> _TASK OBJECTIVE_:
Report all lines of the data below that hold the word "judged".

> _INPUT DATA_:
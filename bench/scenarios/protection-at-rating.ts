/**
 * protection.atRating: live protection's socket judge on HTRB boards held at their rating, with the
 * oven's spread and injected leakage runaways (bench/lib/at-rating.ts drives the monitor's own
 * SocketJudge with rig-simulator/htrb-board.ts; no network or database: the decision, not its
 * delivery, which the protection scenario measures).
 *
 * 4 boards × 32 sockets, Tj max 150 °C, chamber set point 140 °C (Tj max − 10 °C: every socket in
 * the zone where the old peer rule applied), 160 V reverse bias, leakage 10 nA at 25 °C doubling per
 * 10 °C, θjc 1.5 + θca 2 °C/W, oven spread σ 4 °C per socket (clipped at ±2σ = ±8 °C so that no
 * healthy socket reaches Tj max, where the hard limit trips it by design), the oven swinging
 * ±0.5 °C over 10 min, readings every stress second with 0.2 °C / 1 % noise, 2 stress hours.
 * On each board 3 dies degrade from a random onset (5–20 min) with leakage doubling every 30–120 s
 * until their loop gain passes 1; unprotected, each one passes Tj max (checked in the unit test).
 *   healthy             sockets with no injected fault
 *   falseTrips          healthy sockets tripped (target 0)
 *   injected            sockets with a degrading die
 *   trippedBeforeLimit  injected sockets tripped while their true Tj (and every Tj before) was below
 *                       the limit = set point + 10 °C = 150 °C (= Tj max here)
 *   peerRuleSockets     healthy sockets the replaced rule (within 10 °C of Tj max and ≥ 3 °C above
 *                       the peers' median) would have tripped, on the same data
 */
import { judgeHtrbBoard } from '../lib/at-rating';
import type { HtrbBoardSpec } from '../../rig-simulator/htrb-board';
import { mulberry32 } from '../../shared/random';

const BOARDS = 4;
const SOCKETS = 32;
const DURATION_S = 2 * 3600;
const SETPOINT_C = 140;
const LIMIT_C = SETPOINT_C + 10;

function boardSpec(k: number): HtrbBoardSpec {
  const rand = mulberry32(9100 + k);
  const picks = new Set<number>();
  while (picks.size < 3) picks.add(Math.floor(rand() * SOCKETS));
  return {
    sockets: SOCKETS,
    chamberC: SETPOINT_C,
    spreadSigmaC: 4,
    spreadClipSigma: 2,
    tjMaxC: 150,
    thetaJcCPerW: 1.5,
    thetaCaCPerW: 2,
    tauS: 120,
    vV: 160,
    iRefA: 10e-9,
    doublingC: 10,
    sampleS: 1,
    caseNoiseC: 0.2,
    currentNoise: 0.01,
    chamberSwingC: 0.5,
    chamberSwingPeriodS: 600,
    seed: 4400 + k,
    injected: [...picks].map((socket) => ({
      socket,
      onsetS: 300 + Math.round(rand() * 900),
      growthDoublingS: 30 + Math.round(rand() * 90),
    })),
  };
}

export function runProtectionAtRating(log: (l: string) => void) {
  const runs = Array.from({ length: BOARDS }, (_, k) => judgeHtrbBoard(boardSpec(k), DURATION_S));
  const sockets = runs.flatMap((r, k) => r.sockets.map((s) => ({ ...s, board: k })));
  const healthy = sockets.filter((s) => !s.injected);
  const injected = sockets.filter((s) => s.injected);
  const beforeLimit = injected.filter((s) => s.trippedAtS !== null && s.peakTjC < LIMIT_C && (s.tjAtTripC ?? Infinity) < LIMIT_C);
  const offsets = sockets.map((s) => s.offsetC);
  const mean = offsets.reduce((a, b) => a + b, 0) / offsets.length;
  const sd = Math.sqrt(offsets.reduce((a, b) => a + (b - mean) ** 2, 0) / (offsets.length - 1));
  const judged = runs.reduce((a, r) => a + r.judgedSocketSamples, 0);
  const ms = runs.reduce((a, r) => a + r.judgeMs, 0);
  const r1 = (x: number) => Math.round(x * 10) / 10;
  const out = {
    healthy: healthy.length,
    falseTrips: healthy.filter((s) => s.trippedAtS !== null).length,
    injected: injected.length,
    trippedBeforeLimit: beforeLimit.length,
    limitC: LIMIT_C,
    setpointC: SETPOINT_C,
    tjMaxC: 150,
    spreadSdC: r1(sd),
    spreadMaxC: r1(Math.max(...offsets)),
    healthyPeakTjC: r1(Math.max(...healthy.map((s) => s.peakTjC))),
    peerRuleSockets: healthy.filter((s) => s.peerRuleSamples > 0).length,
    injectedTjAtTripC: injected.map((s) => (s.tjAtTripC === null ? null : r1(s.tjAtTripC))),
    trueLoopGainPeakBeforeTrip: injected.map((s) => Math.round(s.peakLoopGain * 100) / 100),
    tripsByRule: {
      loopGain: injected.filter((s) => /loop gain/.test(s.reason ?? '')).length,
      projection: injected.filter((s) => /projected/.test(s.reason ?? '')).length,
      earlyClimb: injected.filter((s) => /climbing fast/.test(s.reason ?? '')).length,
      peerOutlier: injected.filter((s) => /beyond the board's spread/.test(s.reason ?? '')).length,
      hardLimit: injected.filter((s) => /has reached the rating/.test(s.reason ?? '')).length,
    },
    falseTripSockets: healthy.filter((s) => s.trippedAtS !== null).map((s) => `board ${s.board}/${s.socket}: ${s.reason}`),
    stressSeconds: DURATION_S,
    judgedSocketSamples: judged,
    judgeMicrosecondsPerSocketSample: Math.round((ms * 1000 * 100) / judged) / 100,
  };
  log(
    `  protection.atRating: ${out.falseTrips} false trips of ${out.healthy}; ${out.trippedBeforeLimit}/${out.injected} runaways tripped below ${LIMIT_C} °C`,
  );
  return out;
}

> _RESPONSE TO THIS EXERCISE_:
  const judged = runs.reduce((a, r) => a + r.judgedSocketSamples, 0);
    judgedSocketSamples: judged,
    judgeMicrosecondsPerSocketSample: Math.round((ms * 1000 * 100) / judged) / 100,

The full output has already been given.